**Recorded data**

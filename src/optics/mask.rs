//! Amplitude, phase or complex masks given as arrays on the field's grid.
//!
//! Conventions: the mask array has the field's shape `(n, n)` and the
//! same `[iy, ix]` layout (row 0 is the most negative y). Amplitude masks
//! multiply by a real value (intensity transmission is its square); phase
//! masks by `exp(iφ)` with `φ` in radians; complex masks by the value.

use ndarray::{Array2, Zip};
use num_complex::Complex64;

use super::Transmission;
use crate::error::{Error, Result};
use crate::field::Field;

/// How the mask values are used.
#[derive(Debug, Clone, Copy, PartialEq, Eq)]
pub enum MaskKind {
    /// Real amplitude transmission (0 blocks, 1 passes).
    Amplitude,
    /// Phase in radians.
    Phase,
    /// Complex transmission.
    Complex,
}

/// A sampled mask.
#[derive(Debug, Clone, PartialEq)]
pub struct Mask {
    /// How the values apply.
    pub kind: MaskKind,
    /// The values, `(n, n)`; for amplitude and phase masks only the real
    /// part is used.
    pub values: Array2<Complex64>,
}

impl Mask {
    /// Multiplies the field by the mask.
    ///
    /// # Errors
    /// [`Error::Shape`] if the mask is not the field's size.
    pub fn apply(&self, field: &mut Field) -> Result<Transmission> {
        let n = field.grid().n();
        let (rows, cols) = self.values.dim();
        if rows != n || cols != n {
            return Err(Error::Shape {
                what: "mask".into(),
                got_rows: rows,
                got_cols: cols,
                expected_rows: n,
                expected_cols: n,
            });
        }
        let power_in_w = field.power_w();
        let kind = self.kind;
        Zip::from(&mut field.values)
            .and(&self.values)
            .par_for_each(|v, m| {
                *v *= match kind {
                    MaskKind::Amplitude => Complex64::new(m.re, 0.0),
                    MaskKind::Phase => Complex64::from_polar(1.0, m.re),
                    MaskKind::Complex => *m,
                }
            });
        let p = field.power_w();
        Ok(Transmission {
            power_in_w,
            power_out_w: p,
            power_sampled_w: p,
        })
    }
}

* * *

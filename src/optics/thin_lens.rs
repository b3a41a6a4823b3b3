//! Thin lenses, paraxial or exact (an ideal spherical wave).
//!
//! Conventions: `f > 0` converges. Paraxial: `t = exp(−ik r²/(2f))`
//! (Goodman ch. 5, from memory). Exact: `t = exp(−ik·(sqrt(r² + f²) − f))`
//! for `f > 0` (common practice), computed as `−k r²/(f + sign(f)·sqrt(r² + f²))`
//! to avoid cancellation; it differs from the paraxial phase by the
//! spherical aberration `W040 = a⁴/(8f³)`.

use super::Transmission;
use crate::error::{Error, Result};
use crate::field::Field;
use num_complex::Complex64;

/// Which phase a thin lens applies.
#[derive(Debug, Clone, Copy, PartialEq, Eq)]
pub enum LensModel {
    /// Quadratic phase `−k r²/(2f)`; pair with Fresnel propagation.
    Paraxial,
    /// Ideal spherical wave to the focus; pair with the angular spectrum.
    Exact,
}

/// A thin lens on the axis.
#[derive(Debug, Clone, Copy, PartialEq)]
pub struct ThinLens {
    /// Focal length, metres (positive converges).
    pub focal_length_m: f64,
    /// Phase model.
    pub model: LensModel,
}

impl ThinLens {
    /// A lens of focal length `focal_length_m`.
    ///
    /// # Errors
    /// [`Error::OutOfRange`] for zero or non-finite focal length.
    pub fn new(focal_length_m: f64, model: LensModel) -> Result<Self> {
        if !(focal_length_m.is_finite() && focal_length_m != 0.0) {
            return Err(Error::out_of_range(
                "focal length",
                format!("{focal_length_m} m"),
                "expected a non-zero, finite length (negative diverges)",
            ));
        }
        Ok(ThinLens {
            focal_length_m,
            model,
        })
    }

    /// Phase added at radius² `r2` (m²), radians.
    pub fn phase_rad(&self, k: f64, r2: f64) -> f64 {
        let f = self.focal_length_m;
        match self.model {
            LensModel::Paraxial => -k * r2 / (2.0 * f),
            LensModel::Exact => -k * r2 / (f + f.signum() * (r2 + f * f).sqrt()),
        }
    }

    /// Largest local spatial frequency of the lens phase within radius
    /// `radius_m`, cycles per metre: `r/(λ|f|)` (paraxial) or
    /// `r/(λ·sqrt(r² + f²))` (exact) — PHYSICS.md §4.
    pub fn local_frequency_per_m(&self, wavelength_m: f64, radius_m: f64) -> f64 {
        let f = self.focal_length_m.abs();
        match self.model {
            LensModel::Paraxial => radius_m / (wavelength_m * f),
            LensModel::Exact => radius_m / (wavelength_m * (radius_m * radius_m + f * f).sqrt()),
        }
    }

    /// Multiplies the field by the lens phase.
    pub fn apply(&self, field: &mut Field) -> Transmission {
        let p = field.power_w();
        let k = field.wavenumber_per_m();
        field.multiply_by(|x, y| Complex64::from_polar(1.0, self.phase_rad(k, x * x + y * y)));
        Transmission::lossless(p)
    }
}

**Problem description**
The string "Debug" appears in how many lines above? Answer with the number only.

**Task solution**
4